We’ve watched a lot of really fine conservative writers leave the fold since Trump came on board, and most are indeed under 50 (my son’s age) and they clutch that word “conservative” as if it were a crucifix. In fact, our most religious conservatives these days seem to be the ones who cut Thomas Jefferson off a traitor to his class in the 1700s. They are easily recognizable by that gigantic “intellectualist” chip on their shoulders. Chesterton, in 1910, about their self-defined peerage:

The men who get to the top are not “picked men”. They are not picked by God, which is merit.

They are not picked by man, which is democracy. 

As every rational man know, they are picked by vanity- by one vulgar fellow helping another vulgar fellow to high station (my term).

When I was at RedState we called that a “frat house”.

Chesterton believed the Declaration of Independence to be one of greatest documents ever conceived.

              The Declaration of Independence was a philosophy written for a people who did not yet exist. In all the talk there has been lately about Abraham Lincoln there has been very little appreciation that he did understand the Declaration and he did believe in it…

                The English often find it harder to understand great ideas and easier to understand great men, but in this case the great man is unintelligible without the great idea.

America is alone in having begun her national career with a definite explanation of what she intended to be. (1921)

(You have to go back to the Old and New Testament to find two other magnificent events to complete the tri-fecta.)

We are called upon to admire Americans for their hustle, their publicity, the commerce. Nothing is ever said of the real republican virtues which will survive, in spite of the confused and corrupt politics of republic.  (1930)

(You might note this singular theme in “The Original Republican Brand, Who Owns it?” from 2013. Very important we know who’s wearing the spats.)
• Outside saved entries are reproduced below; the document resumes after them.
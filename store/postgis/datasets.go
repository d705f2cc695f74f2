package postgis

import (
	"context"
	"errors"
	"fmt"

	"github.com/jackc/pgx/v5"

	"ridgeflank/store"
)

const datasetCols = `id, name, description, age_grid_id, depth_grid_id, sediment_grid_id, crust_grid_id, age_uncertainty_grid_id, created_at, updated_at, version`

func scanDataset(row pgx.Row) (store.Dataset, error) {
	var d store.Dataset
	var depth, sed, crust, unc *string
	if err := row.Scan(&d.ID, &d.Name, &d.Description, &d.AgeGridID, &depth, &sed, &crust, &unc, &d.CreatedAt, &d.UpdatedAt, &d.Version); err != nil {
		return d, err
	}
	d.DepthGridID, d.SedimentGridID, d.CrustGridID, d.AgeUncertaintyGridID = deref(depth), deref(sed), deref(crust), deref(unc)
	d.CreatedAt, d.UpdatedAt = d.CreatedAt.UTC(), d.UpdatedAt.UTC()
	return d, nil
}

// checkDatasetGrids verifies inside tx that the grids exist with fitting kinds, and locks them
// (FOR SHARE) so that they cannot be deleted before the transaction commits.
func checkDatasetGrids(ctx context.Context, tx pgx.Tx, d store.Dataset) error {
	rows, err := tx.Query(ctx, `SELECT id, kind FROM grids WHERE id = ANY($1) FOR SHARE`, d.GridIDs())
	if err != nil {
		return err
	}
	defer rows.Close()
	kinds := map[string]store.GridKind{}
	for rows.Next() {
		var id, k string
		if err := rows.Scan(&id, &k); err != nil {
			return err
		}
		kinds[id] = store.GridKind(k)
	}
	if err := rows.Err(); err != nil {
		return err
	}
	return d.CheckGridKinds(kinds)
}

// CreateDataset implements store.Store.
func (s *Store) CreateDataset(ctx context.Context, d store.Dataset) (_ store.Dataset, err error) {
	defer unavailable(&err)
	if err := d.PrepareCreate(); err != nil {
		return store.Dataset{}, err
	}
	err = pgx.BeginFunc(ctx, s.pool, func(tx pgx.Tx) error {
		if err := checkDatasetGrids(ctx, tx, d); err != nil {
			return err
		}
		_, err := tx.Exec(ctx, `INSERT INTO datasets (`+datasetCols+`) VALUES ($1, $2, $3, $4, $5, $6, $7, $8, $9, $10, $11)`,
			d.ID, d.Name, d.Description, d.AgeGridID, nullIfEmpty(d.DepthGridID), nullIfEmpty(d.SedimentGridID),
			nullIfEmpty(d.CrustGridID), nullIfEmpty(d.AgeUncertaintyGridID), d.CreatedAt, d.UpdatedAt, d.Version)
		return mapErr(err)
	})
	if err != nil {
		return store.Dataset{}, fmt.Errorf("creating dataset: %w", err)
	}
	return d, nil
}

// GetDataset implements store.Store.
func (s *Store) GetDataset(ctx context.Context, id string) (_ store.Dataset, err error) {
	defer unavailable(&err)
	if err := store.LookupID("dataset", id); err != nil {
		return store.Dataset{}, err
	}
	return getByID(ctx, s, scanDataset, "dataset", id, `SELECT `+datasetCols+` FROM datasets WHERE id = $1`)
}

// ListDatasets implements store.Store.
func (s *Store) ListDatasets(ctx context.Context, p store.Page) (_ []store.Dataset, err error) {
	defer unavailable(&err)
	return listPage(ctx, s, scanDataset, "datasets", `SELECT `+datasetCols+` FROM datasets ORDER BY created_at, id LIMIT $1 OFFSET $2`, p)
}

// UpdateDataset implements store.Store.
func (s *Store) UpdateDataset(ctx context.Context, d store.Dataset) (_ store.Dataset, err error) {
	defer unavailable(&err)
	if err := store.LookupID("dataset", d.ID); err != nil {
		return store.Dataset{}, err
	}
	if err := d.PrepareUpdate(); err != nil {
		return store.Dataset{}, err
	}
	expected := d.Version
	err = pgx.BeginFunc(ctx, s.pool, func(tx pgx.Tx) error {
		if err := checkDatasetGrids(ctx, tx, d); err != nil {
			return err
		}
		err := tx.QueryRow(ctx, `UPDATE datasets SET name = $2, description = $3, age_grid_id = $4, depth_grid_id = $5,
			sediment_grid_id = $6, crust_grid_id = $7, age_uncertainty_grid_id = $8, updated_at = $9, version = version + 1
			WHERE id = $1 AND version = $10 RETURNING created_at, version`,
			d.ID, d.Name, d.Description, d.AgeGridID, nullIfEmpty(d.DepthGridID), nullIfEmpty(d.SedimentGridID),
			nullIfEmpty(d.CrustGridID), nullIfEmpty(d.AgeUncertaintyGridID), d.UpdatedAt, expected).Scan(&d.CreatedAt, &d.Version)
		if errors.Is(err, pgx.ErrNoRows) {
			return versionCheck(ctx, tx, "datasets", "dataset", d.ID, expected)
		}
		return mapErr(err)
	})
	if err != nil {
		return store.Dataset{}, fmt.Errorf("updating dataset: %w", err)
	}
	d.CreatedAt = d.CreatedAt.UTC()
	return d, nil
}

// DeleteDataset implements store.Store.
func (s *Store) DeleteDataset(ctx context.Context, id string, expectedVersion int64) (err error) {
	defer unavailable(&err)
	if err := store.LookupID("dataset", id); err != nil {
		return err
	}
	return s.deleteVersioned(ctx, "datasets", "dataset", id, expectedVersion)
}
                   It is when a stranger begins to absorb all the strangeness that he begins to understand a goodness that is not mere imitation of the goodness of England or Europe; something that an American writer has very truly called “the folks ideal”…a toleration of humans in their shirtsleeves, which is infinitely more distant and difficult than any pagan ranting about mere nakedness

…and acceptance of humanity in obtuse angles and awkward attitudes; a thing altogether indescribable in English

(in short, the Problem with the Lincoln Project)

The American Revolution:

The American colonists had caught sight of an ideal which the English rulers did not understand, even as an ideal. It was not something England would not, but could not give. It was something that England had not got.

It was the idea of equality. The colonists were not fighting because George III had something and kept it to himself; but because they had never heard of it. The English king had not locked up equality in his cellar; there was no English equality to lock up.

Finally:

         I like the Americans for a great many reasons: I like them because even the modern thing called industrialism has not entirely destroyed in them the very ancient thing called democracy;

   I like them because they have a respect for work which really curbs the human tendency to snobbishness;

I like them because they do not think that stupidity is a superiority in business and practical life;

I like that they are almost all optimists; very few of them are pessimists;

I like them because they are never guilty of the blasphemy of supposing there is something fine about being bored, any more than being blinded, or lamed, or paralyzed.

                  Americans really respect work, rather as Europeans (once) respected war.  There is a halo of heroism about it; and he who shrinks from it is less than a man.